INSTRUCTIONS FOR THE TASK: Gather every line of the entries that includes the word "invalid".

(Collected data entries)
import type { Moments } from './model';

/** Lead hours (hours since issue) as an instant to the minute; NaN or infinite is "never", null. */
export function instantAt(issuedAtMs: number, leadHours: number): string | null {
  if (!Number.isFinite(leadHours)) return null;
  const minute = Math.round((issuedAtMs + leadHours * 3_600_000) / 60_000) * 60_000;
  return new Date(minute).toISOString().replace('.000Z', 'Z');
}

/** The track's moment, with early, median and late taken from `values[offset .. offset + 2]` (lead hours) when there are any. */
export const momentsOf = (issuedAtMs: number, trackLead: number, values: Float32Array | null, offset: number): Moments => ({
  track: instantAt(issuedAtMs, trackLead),
  early: values ? instantAt(issuedAtMs, values[offset]) : null,
  median: values ? instantAt(issuedAtMs, values[offset + 1]) : null,
  late: values ? instantAt(issuedAtMs, values[offset + 2]) : null,
});
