import { milli } from '../exposure';
import type { Exposure } from '../exposure';
import { LEAST_CHANCE_FOR_TIMES, QUANTILES, sortedQuantile } from '../hazard';
import type { PlaceHazard } from '../hazard';
import { byThreshold } from '../units';
import { gustKt } from './gust';
import type { MemberSummary } from './members';
import type { Moments, ZoneRow } from './model';
import { instantAt } from './moments';
import { spreadOver, trackOnly } from './spread';

const HOUR_MS = 3_600_000;

/** A zone that fewer members reach is not given a time to start: common practice plans for a chance of one in ten (no source). */
const LEAST_CHANCE_TO_ACT = 0.1;

/**
 * One row a zone. A zone takes the strongest wind and the first arrival among the places in it where people live: the first
 * street to be hit sets the clock. Start-by is the early arrival of 34 kt (that of the track while members are not computed) less the
 * hours the zone takes to clear; none where fewer than one member in ten brings 34 kt.
 */
export function zoneRows(exposure: Exposure, hazard: PlaceHazard, members: MemberSummary | null, issuedAtMs: number, nowMs: number): ZoneRow[] {
  const tracks = zoneTracks(exposure, hazard);
  return exposure.zones.map((zone, z): ZoneRow => {
    const at = (t: number): number => z * 3 + t;
    const moments = (t: number, track: Float64Array, values: Float32Array | undefined): Moments =>
      zoneMoments(issuedAtMs, track[at(t)], members && values ? values.subarray(at(t) * members.members, (at(t) + 1) * members.members) : null);
    const arrival = byThreshold((t) => moments(t, tracks.arrival, members?.zoneArrival));
    const reached = members ? countFinite(members.zoneArrival, at(0) * members.members, members.members) / members.members : 1;
    const first = reached < LEAST_CHANCE_TO_ACT ? null : (arrival['34'].early ?? arrival['34'].track);
    const startByMs = first !== null && zone.clearanceHours !== null ? Date.parse(first) - zone.clearanceHours * HOUR_MS : null;
    return {
      id: zone.id,
      name: zone.name,
      people: Math.round(zone.people),
      maxWindKt: round1(tracks.peakKt[z]),
      gustKt: round1(tracks.gustKt[z]),
      rainMm: null,
      chance: byThreshold((t) => (members ? countFinite(members.zoneArrival, at(t) * members.members, members.members) / members.members : null)),
      peopleAtOrAbove: byThreshold((t) => {
        const track = Math.round(tracks.milliPeople[at(t)] / 1000);
        return members ? spreadOver(track, members.zoneMilliPeople, at(t) * members.members, members.members, 1000) : trackOnly(track);
      }),
      arrival,
      end: byThreshold((t) => moments(t, tracks.end, members?.zoneEnd)),
      clearanceHours: zone.clearanceHours,
      startBy: startByMs === null ? null : instantAt(startByMs, 0),
      slackHours: startByMs === null ? null : Math.round(((startByMs - nowMs) / HOUR_MS) * 100) / 100,
      change: null,
    };
  });
}

interface ZoneTracks {
  peakKt: Float64Array;
  gustKt: Float64Array;
  arrival: Float64Array;
  end: Float64Array;
  milliPeople: Float64Array;
}

function zoneTracks({ zones, places }: Exposure, hazard: PlaceHazard): ZoneTracks {
  const tracks: ZoneTracks = {
    peakKt: new Float64Array(zones.length),
    gustKt: new Float64Array(zones.length),
    arrival: new Float64Array(zones.length * 3).fill(Infinity),
    end: new Float64Array(zones.length * 3).fill(-Infinity),
    milliPeople: new Float64Array(zones.length * 3),
  };
  for (let i = 0; i < places.count; i++) {
    const z = places.zone[i];
    if (z < 0) continue;
    tracks.peakKt[z] = Math.max(tracks.peakKt[z], hazard.peakKt[i]);
    tracks.gustKt[z] = Math.max(tracks.gustKt[z], gustKt(hazard.peakKt[i], places.surface[i]));
    for (let t = 0; t < 3; t++) {
      const p = i * 3 + t;
      if (Number.isNaN(hazard.arrival[p])) break;
      const at = z * 3 + t;
      tracks.arrival[at] = Math.min(tracks.arrival[at], hazard.arrival[p]);
      tracks.end[at] = Math.max(tracks.end[at], hazard.end[p]);
      tracks.milliPeople[at] += milli(places.people[i]);
    }
  }
  return tracks;
}

/** Early, median and late over the members that reach the zone; none where fewer than one in twenty do. */
function zoneMoments(issuedAtMs: number, trackLead: number, leads: Float32Array | null): Moments {
  const track = instantAt(issuedAtMs, trackLead);
  const reached = leads?.filter(Number.isFinite).sort();
  if (!leads || !reached || reached.length === 0 || reached.length < LEAST_CHANCE_FOR_TIMES * leads.length) return { track, early: null, median: null, late: null };
  const [early, median, late] = QUANTILES.map((share) => instantAt(issuedAtMs, sortedQuantile(reached, reached.length, share)));
  return { track, early, median, late };
}

function countFinite(values: Float32Array, offset: number, count: number): number {
  let finite = 0;
  for (let i = offset; i < offset + count; i++) if (Number.isFinite(values[i])) finite++;
  return finite;
}

const round1 = (value: number): number => Math.round(value * 10) / 10;
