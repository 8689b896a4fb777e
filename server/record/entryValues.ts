import { VERDICTS } from "../../shared/domain/vocabulary.ts";
import type { Verdict } from "../../shared/domain/vocabulary.ts";
import { absoluteUncertainty } from "../../shared/numerics/uncertainty/absoluteUncertainty.ts";
import { relativeError } from "../../shared/numerics/verdict/relativeError.ts";
import type { SparsePlane } from "./readPlanes.ts";

/** The planes that tell what an entry is. */
export const ENTRY_PLANES = ["derivative", "reference", "resolution", "verdict"] as const;
export type EntryPlanes = Record<(typeof ENTRY_PLANES)[number], SparsePlane>;

/** One entry of a judged block; NaN where there is no such number. */
export interface EntryValues {
  readonly derivative: number;
  readonly reference: number;
  /** Absolute, in the unit of the entry. */
  readonly uncertainty: number;
  /** Relative. */
  readonly error: number;
  readonly verdict: Verdict;
}

/** `entry` is the flat index, `floor` that of the snapshot. */
export function entryValuesAt(planes: EntryPlanes, entry: number, floor: number): EntryValues {
  const derivative = planes.derivative.at(entry);
  const reference = planes.reference.at(entry);
  return {
    derivative,
    reference,
    uncertainty: absoluteUncertainty(planes.resolution.at(entry), reference, floor),
    error: relativeError(derivative, reference, floor),
    verdict: VERDICTS[planes.verdict.at(entry)],
  };
}
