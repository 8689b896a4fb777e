/** Flat row-major indices of entries, ascending, as little-endian 32-bit numbers. */
export function packEntries(entries: Uint32Array): Buffer {
  return Buffer.from(entries.buffer, entries.byteOffset, entries.byteLength);
}

export function unpackEntries(packed: Buffer): Uint32Array {
  return new Uint32Array(new Uint8Array(packed).buffer);
}

/** Union of two ascending lists; `a` itself where `b` adds nothing. */
export function unionEntries(a: Uint32Array, b: Uint32Array): Uint32Array {
  const union = new Uint32Array(a.length + b.length);
  let size = 0;
  for (let i = 0, j = 0; i < a.length || j < b.length;) {
    const next = j >= b.length || (i < a.length && a[i] <= b[j]) ? a[i] : b[j];
    if (a[i] === next) i += 1;
    if (b[j] === next) j += 1;
    union[size++] = next;
  }
  return size === a.length ? a : union.slice(0, size);
}

/** How many entries two ascending lists share. */
export function sharedEntries(a: Uint32Array, b: Uint32Array): number {
  let shared = 0;
  for (let i = 0, j = 0; i < a.length && j < b.length;) {
    if (a[i] === b[j]) {
      shared += 1;
      i += 1;
      j += 1;
    } else if (a[i] < b[j]) i += 1;
    else j += 1;
  }
  return shared;
}
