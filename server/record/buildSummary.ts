import type { Verdict } from "../../shared/domain/vocabulary.ts";
import type { VerdictCounts } from "../../shared/numerics/types.ts";
import type { SummaryCounts } from "../../shared/schemas/build.ts";
import { fromWire } from "../../shared/schemas/common.ts";
import type { Reader } from "../db/reader.ts";
import type { Writer } from "../db/write.ts";
import type { StoredWorst } from "../ingest/judgePosting.ts";
import { COUNTS_SQL, JOIN_COVERAGE } from "./countsSql.ts";

/** JSON of a complete build's `summary` column: what lists and the strip show of it without reading its blocks. */
export interface BuildSummary {
  readonly counts: SummaryCounts;
  /** The worst entry over all blocks. */
  readonly worst: (StoredWorst & { readonly blockId: number }) | null;
}

/** A judged block as sums are made of it. */
export interface SummedBlock extends VerdictCounts {
  readonly blockId: number;
  /** Entries whose verdict is that of an earlier build. */
  readonly carried: number;
  /** JSON: StoredWorst, or null. */
  readonly worst: string | null;
}

/** Adds up the blocks that a build has so far; of equally bad entries the first by its block's names is the worst. */
export async function sumUpBuild(reader: Reader, buildId: number): Promise<BuildSummary> {
  const blocks = await reader.select<SummedBlock>(
    `SELECT bb.blockId, ${COUNTS_SQL}, s.worst
     FROM build_blocks bb JOIN snapshots s ON s.id = bb.snapshotId JOIN blocks b ON b.id = bb.blockId ${JOIN_COVERAGE}
     WHERE bb.buildId = $1 ORDER BY b.model, b.output, b.input, b.point`,
    [buildId],
  );
  const worst = worstOf(blocks);
  return { counts: addUp(blocks), worst: worst && { ...worst.entry, blockId: worst.block.blockId } };
}

/** The summary of the record, or what a build that is still receiving has so far. */
export async function summaryOf(
  reader: Reader,
  build: { readonly id: number; readonly summary: string | null },
): Promise<BuildSummary> {
  return build.summary === null ? sumUpBuild(reader, build.id) : readSummary(build.summary);
}

/** What was stored before entries were carried has none that are. */
export function readSummary(stored: string): BuildSummary {
  const { counts, worst } = JSON.parse(stored) as BuildSummary;
  return { counts: { ...counts, carried: counts.carried ?? 0 }, worst };
}

export function addUp(blocks: readonly (VerdictCounts & Pick<SummedBlock, "carried">)[]): SummaryCounts {
  const sum = (name: keyof VerdictCounts | "carried") => blocks.reduce((total, block) => total + block[name], 0);
  return {
    blocks: blocks.length,
    entries: sum("entries"),
    agrees: sum("agrees"),
    disagrees: sum("disagrees"),
    unresolved: sum("unresolved"),
    unreferenced: sum("unreferenced"),
    invalid: sum("invalid"),
    carried: sum("carried"),
  };
}

/** The worst entry of several blocks, the first of equal ones; null where none has an entry. */
export function worstOf<B extends Pick<SummedBlock, "worst">>(
  blocks: readonly B[],
): { readonly block: B; readonly entry: StoredWorst } | null {
  let worst: { readonly block: B; readonly entry: StoredWorst } | null = null;
  for (const block of blocks) {
    if (block.worst === null) continue;
    const entry = JSON.parse(block.worst) as StoredWorst;
    if (worst === null || isWorse(entry, worst.entry)) worst = { block, entry };
  }
  return worst;
}

export async function storeSummary(w: Writer, buildId: number): Promise<void> {
  await w.run("UPDATE builds SET summary = $2 WHERE id = $1", [buildId, JSON.stringify(await sumUpBuild(w, buildId))]);
}

/** Worst verdict first. */
const GRAVITY: readonly Verdict[] = ["invalid", "disagrees", "unresolved", "agrees", "unreferenced"];

/** Orders entries by verdict, then by relative error; what has no error goes before what has one. */
export function isWorse(a: StoredWorst, b: StoredWorst): boolean {
  if (a.verdict !== b.verdict) return GRAVITY.indexOf(a.verdict) < GRAVITY.indexOf(b.verdict);
  const size = (worst: StoredWorst) => (worst.error === null ? Infinity : fromWire(worst.error));
  return size(a) > size(b);
}

/** The worst verdict that occurs, or null of no entries. */
export function worstVerdict(counts: Pick<SummaryCounts, Verdict>): Verdict | null {
  return GRAVITY.find((verdict) => counts[verdict] > 0) ?? null;
}

/** Share of the entries that have a reference, 0..1; null of no entries. */
export function checkedShare(counts: SummaryCounts): number | null {
  return counts.entries === 0 ? null : 1 - counts.unreferenced / counts.entries;
}
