import type { Reader } from "../db/reader.ts";

/** A complete build of a lane. */
export interface LaneBuild {
  readonly id: number;
  readonly sha: string;
  readonly baselineBuildId: number | null;
}

export interface LaneBuilds {
  readonly all: readonly LaneBuild[];
  /** By sha: the build that speaks for its commit. */
  readonly speaking: ReadonlyMap<string, LaneBuild>;
}

/**
 * When a build was made, by its own account or by its arrival, as SQL over the table of that alias. Of several runs of
 * one commit and lane the last one by this speaks for the commit.
 */
export const madeAt = (build: string) => `COALESCE(${build}.finishedAt, ${build}.startedAt, ${build}.completedAt)`;

/** SQL that is true where the build of that alias speaks for its commit and lane. */
export const speaks = (build: string) =>
  `${build}.id = (SELECT o.id FROM builds o WHERE o.laneId = ${build}.laneId AND o.commitId = ${build}.commitId
     AND o.state = 'complete' ORDER BY ${madeAt("o")} DESC, o.id DESC LIMIT 1)`;

/**
 * The complete builds of a lane, and for each commit the one that speaks for it: of several runs the one that finished
 * last by its own account (or came last), so that the order of arrival does not decide.
 */
export async function loadLaneBuilds(reader: Reader, laneId: number): Promise<LaneBuilds> {
  const all = await reader.select<LaneBuild>(
    `SELECT b.id, c.sha, b.baselineBuildId FROM builds b JOIN commits c ON c.id = b.commitId
     WHERE b.laneId = $1 AND b.state = 'complete'
     ORDER BY ${madeAt("b")}, b.id`,
    [laneId],
  );
  return { all, speaking: new Map(all.map((build) => [build.sha, build])) };
}

/** The lane's id, or null where nothing was posted to it. */
export async function findLane(reader: Reader, projectId: number, name: string): Promise<number | null> {
  const [lane] = await reader.select<{ id: number }>("SELECT id FROM lanes WHERE projectId = $1 AND name = $2", [
    projectId,
    name,
  ]);
  return lane?.id ?? null;
}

RESULT OF THE EXERCISE:
    invalid: sum("invalid"),
const GRAVITY: readonly Verdict[] = ["invalid", "disagrees", "unresolved", "agrees", "unreferenced"];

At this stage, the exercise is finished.